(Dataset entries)
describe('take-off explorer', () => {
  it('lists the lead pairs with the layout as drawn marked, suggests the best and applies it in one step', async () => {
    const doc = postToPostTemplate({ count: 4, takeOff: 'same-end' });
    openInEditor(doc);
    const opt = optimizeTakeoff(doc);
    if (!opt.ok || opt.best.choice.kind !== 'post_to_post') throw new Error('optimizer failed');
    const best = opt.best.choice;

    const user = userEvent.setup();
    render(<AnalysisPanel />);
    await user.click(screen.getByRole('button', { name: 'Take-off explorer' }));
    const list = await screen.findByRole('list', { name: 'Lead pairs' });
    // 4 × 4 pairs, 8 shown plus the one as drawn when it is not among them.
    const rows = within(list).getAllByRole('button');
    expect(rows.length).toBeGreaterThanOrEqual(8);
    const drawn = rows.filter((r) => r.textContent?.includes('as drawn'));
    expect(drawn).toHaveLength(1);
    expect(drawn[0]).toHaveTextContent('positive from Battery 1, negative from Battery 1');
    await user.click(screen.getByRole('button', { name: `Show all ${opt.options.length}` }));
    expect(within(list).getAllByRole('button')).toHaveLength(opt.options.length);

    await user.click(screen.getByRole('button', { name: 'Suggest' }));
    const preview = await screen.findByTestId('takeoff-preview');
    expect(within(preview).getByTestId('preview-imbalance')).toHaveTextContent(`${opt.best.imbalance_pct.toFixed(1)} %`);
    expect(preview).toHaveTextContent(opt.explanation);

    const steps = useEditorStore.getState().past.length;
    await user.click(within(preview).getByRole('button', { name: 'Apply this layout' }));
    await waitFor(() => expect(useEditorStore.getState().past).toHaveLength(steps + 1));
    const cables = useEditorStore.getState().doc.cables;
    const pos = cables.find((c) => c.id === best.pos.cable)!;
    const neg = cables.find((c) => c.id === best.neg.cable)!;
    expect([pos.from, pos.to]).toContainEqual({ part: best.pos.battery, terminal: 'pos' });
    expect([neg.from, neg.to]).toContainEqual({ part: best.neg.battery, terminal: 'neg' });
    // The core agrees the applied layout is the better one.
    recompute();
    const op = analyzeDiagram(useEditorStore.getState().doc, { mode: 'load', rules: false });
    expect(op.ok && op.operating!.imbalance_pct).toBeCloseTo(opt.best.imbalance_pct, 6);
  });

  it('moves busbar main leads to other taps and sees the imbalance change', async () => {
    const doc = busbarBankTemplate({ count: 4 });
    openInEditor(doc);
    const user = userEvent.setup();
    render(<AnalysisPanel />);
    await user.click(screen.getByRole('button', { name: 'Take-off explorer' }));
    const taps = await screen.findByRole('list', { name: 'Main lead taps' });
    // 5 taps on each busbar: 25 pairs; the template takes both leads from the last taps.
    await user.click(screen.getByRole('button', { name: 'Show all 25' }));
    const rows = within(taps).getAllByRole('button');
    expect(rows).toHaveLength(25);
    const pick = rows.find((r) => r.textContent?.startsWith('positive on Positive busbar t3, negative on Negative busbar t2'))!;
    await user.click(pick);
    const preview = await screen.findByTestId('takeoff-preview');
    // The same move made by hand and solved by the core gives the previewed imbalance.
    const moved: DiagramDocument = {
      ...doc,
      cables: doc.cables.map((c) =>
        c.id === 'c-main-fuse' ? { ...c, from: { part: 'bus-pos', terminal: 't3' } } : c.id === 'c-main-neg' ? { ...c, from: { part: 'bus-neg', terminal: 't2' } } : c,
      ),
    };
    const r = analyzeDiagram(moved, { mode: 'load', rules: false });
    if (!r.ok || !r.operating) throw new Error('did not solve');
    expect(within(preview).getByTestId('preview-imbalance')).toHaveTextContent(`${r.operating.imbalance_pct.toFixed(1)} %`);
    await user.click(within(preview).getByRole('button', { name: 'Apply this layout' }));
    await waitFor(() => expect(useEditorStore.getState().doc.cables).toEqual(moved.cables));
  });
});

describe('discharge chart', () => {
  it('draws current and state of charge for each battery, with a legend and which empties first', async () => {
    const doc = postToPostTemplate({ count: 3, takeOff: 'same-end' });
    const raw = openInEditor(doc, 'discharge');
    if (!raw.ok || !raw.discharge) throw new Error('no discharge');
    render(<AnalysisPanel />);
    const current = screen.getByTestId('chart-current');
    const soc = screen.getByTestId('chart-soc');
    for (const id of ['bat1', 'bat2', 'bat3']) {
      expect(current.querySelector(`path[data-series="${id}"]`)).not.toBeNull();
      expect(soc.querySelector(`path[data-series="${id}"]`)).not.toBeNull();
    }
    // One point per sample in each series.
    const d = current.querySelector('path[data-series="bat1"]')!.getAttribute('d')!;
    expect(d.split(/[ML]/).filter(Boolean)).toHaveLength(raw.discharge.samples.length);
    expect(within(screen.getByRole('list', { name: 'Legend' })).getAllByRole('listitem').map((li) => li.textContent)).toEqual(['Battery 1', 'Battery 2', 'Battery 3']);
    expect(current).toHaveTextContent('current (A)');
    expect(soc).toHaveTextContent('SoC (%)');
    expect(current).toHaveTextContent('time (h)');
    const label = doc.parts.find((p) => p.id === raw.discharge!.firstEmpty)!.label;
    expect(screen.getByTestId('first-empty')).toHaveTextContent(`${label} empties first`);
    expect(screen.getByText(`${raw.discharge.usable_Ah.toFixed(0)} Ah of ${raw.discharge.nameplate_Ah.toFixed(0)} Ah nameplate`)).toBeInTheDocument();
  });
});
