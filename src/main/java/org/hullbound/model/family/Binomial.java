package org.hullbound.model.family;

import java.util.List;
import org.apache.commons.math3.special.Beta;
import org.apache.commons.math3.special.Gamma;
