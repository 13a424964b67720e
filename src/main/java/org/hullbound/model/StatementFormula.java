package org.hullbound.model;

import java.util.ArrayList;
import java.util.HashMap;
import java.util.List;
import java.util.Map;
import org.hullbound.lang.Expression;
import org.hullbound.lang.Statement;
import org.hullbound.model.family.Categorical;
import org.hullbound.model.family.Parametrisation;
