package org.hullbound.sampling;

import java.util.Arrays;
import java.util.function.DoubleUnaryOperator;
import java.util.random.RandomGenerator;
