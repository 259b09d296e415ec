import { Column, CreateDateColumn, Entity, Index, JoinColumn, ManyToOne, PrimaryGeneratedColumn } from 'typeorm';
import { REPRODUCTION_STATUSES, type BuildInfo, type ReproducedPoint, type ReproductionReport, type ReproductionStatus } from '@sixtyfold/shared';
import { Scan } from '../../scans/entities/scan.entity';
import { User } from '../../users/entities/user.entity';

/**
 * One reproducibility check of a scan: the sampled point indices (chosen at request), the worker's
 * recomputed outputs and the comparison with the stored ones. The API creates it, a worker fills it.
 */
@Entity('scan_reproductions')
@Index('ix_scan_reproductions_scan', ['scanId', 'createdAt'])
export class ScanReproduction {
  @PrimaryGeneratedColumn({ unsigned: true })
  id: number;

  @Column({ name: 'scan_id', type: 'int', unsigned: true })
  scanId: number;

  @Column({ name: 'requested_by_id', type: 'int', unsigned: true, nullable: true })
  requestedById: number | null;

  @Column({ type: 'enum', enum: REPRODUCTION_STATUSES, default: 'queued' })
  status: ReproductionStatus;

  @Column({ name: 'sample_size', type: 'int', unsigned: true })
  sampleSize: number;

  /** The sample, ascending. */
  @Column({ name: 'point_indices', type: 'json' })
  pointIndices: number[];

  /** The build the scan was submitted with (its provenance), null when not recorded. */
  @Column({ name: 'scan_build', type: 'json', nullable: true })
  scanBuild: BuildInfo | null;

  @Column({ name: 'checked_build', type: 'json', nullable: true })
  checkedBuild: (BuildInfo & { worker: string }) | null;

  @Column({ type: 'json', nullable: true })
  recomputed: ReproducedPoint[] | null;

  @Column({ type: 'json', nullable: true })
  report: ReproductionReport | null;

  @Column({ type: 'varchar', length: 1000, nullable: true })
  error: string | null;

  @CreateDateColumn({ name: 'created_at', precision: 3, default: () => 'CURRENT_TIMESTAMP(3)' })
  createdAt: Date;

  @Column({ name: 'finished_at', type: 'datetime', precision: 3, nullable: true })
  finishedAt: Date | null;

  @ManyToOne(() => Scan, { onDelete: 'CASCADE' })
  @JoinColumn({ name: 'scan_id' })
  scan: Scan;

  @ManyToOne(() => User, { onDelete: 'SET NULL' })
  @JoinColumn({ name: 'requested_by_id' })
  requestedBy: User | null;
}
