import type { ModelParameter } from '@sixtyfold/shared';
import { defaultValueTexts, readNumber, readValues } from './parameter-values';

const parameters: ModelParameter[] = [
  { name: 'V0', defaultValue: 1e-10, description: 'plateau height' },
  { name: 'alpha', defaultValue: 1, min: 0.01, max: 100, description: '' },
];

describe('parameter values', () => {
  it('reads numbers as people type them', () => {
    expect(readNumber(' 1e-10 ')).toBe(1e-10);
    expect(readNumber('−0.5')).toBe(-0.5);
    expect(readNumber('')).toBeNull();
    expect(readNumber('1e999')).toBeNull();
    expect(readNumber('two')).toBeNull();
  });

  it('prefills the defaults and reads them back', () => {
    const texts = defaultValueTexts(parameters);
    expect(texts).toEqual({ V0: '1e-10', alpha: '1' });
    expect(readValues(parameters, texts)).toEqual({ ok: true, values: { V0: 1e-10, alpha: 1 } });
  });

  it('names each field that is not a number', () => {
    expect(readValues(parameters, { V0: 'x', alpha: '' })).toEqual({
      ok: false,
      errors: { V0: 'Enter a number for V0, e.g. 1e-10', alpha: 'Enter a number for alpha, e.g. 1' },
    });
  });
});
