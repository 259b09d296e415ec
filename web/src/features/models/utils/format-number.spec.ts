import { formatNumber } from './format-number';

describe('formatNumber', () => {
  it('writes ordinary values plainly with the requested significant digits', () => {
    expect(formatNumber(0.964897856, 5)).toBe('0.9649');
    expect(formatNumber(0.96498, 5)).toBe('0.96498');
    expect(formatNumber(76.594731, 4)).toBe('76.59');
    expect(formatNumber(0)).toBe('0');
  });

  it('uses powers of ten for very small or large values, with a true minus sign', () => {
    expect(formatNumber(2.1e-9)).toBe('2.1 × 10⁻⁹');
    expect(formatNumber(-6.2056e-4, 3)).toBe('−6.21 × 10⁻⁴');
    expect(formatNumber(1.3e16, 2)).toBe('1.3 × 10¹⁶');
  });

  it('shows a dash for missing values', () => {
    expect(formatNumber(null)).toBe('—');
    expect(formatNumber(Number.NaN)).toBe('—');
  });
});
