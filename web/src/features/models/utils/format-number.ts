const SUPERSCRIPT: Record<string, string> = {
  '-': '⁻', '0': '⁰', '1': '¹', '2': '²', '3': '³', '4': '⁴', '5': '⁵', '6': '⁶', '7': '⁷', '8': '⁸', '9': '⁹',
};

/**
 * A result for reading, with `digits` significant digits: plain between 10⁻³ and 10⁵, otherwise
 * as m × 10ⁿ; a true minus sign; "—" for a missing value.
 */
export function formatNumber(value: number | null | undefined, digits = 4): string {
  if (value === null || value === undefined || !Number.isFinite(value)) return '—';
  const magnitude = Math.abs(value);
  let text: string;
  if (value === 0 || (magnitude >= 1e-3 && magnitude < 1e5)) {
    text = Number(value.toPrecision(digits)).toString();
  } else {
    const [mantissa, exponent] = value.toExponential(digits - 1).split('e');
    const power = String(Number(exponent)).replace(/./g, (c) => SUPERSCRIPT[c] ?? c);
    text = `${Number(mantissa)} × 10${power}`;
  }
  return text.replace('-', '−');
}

**What you should do:** Each line of the data in which the string "split" appears needs to be copied.

**Written solution:**
    expect(d.split(/[ML]/).filter(Boolean)).toHaveLength(raw.discharge.samples.length);
    const [mantissa, exponent] = value.toExponential(digits - 1).split('e');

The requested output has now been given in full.